Children, women and men are still being held
captive while billions that could have been channeled into development are now
being used to pay ransom and rebuild what the insurgents have destroyed.
The citizens have suffered enough. They do not
want another insurgency to come from Shiites. Buhari owes the Shiites fair
hearing and justice. He should not create insurgents out of the Shiites who would be abducting
children and raping daughters and mothers while the wives, daughters of Buhari,
generals and others are cocooned overseas.
Buhari must know that a society that cannot
allow a person a competent law court has granted freedom from DSS custody to go
home should not expect peace from its citizens.
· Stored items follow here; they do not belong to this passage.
/// The case as a scenario of so many patients; `None` for kinds that this version cannot express. The dose may end with `!`
/// and the output time.
fn written(case: &Value, size: u64, seed: u64) -> Option<String> {
    let input = |key: &str| case["inputs"][key].as_str().unwrap_or_else(|| panic!("no {key} in {case}")).to_owned();
    let has = |key: &str| case["inputs"].get(key).is_some();
    let mut covariates = String::new();
    let (parameters, dose) = match case["kind"].as_str().unwrap() {
        "plateau" => {
            let clearance =
                lognormal("clearance", &input("median_clearance_L_per_h"), "L/h", &input("log_sd_clearance"));
            plateau(&format!("{} mg", input("infusion_rate_mg_per_h")), &clearance)
        }
        // The area dose/CL is the number that a plateau with the dose per hour shows.
        "exposure_by_weight" => {
            let (weight, clearance) = by_weight(&input);
            covariates = weight;
            let hourly = if has("dose_mg") {
                format!("{} mg", input("dose_mg"))
            } else {
                format!("{} mg/kg", input("dose_mg_per_kg"))
            };
            plateau(&hourly, &clearance)
        }
        // Each group's clearance is drawn as a covariate, by class; the parameter takes it over.
        "plateau_two_groups" => {
            let first = number(&input("share_group_1"));
            let each = |group: u8| {
                let median = input(&format!("median_clearance_{group}_L_per_h"));
                let log_sd = input(&format!("log_sd_{group}"));
                format!("{{ distribution = \"lognormal\", median = \"{median} L/h\", log_sd = {log_sd} }}")
            };
            let _ = write!(
                covariates,
                "[population.group]\ndistribution = \"categories\"\nproportions = {{ one = {first}, two = {} }}\n\
                 [population.own]\nby = \"group\"\neach.one = {}\neach.two = {}\n",
                1.0 - first,
                each(1),
                each(2)
            );
            let scale = "scale = [{ covariate = \"own\", reference = \"1 L/h\", exponent = 1 }]\n";
            plateau(&format!("{} mg", input("infusion_rate_mg_per_h")), &(fixed("clearance", "1 L/h") + scale))
        }
        // The area F dose/CL is the number that the same dose shows in a volume distributed as CL, wholly absorbed (all but
        // exp(-1000) of it after an hour), before any is lost.
        "total_exposure" => {
            let mut all = fixed("clearance", "0 L/h");
            all += &lognormal("volume", &input("median_clearance_L_per_h"), "L", &input("log_sd_clearance"));
            all += &lognormal("bioavailability", &input("median_fraction"), "", &input("log_sd_fraction"))
                .replace(" \"\n", "\"\n");
            all += &fixed("absorption_rate", "1000 /h");
            all += &correlation("volume", "bioavailability", &input("correlation"));
            (all, format!("amount = \"{} mg\"\nroute = \"oral\"\n!1", input("dose_mg")))
        }
        "bolus_at_time" => {
            let mut all = lognormal("clearance", &input("median_clearance_L_per_h"), "L/h", &input("log_sd_clearance"));
            if has("log_sd_volume") {
                all += &lognormal("volume", &input("median_volume_L"), "L", &input("log_sd_volume"));
                all += &correlation("clearance", "volume", &input("correlation"));
            } else {
                all += &fixed("volume", &format!("{} L", input("median_volume_L")));
            }
            (all, format!("amount = \"{} mg\"\nroute = \"bolus\"\n!{}", input("dose_mg"), input("time_h")))
        }
        // 150 doses. With log-sd 0.32 the slowest of 10^5 patients eliminates at about 0.02 /h: exp(-36) is missing.
        "bolus_steady_trough" => {
            let all = lognormal("clearance", &input("median_clearance_L_per_h"), "L/h", &input("log_sd_clearance"))
                + &fixed("volume", &format!("{} L", input("median_volume_L")));
            let interval = input("interval_h");
            let dose = format!(
                "amount = \"{} mg\"\nroute = \"bolus\"\nevery = \"{interval} h\"\ncount = 150\n!{}",
                input("dose_mg"),
                number(&interval) * 150.0
            );
            (all, dose)
        }
        // A length of time above a threshold: belongs to goals.
        "time_above_percent" => return None,
        other => panic!("unknown kind `{other}`"),
    };
    let (dose, time) = dose.split_once('!').unwrap();
    let unit = case["quantity_unit"].as_str().unwrap();
    assert!(unit.contains("mg"), "{unit}");
    Some(format!(
        "neap = 1\n[population]\nsize = {size}\nseed = {seed}\n{covariates}[drug]\nname = \"invented\"\n\
         model = \"one-compartment\"\n{parameters}[[arm]]\nname = \"only\"\n[[arm.dose]]\n{dose}\n\
         [window]\nlow = \"{} mg/L\"\nhigh = \"{} mg/L\"\n[output]\ntimes = [\"{time} h\"]\npercentiles = [5, 50, 95]\n",
        case["window"][0].as_str().unwrap(),
        case["window"][1].as_str().unwrap(),
    ))
}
If Buhari does not want Shiites to protest and
trigger what his government would hysterically like to denigrate as a breakdown
of law and order, the first step is to release their leader while ensuring that
justice is unimpeachably served in the law courts.
If the nation is bogged down by a pussyfooted
legal system, El-Zakzaky, his wife and followers should not be made to suffer
for this anomaly. What is needed in this regard is for the court to hasten his
trial.
And since the Shiites crisis is one of the
multi-faceted challenges facing the country, Buhari should consider it as an
opportunity to etch his name in the memory of Nigerians.
This he can do by providing an enduring
template for resolving the nation’s problems. All these call for his acumen in
governance and not guns and tanks to mow down genuinely aggrieved citizens.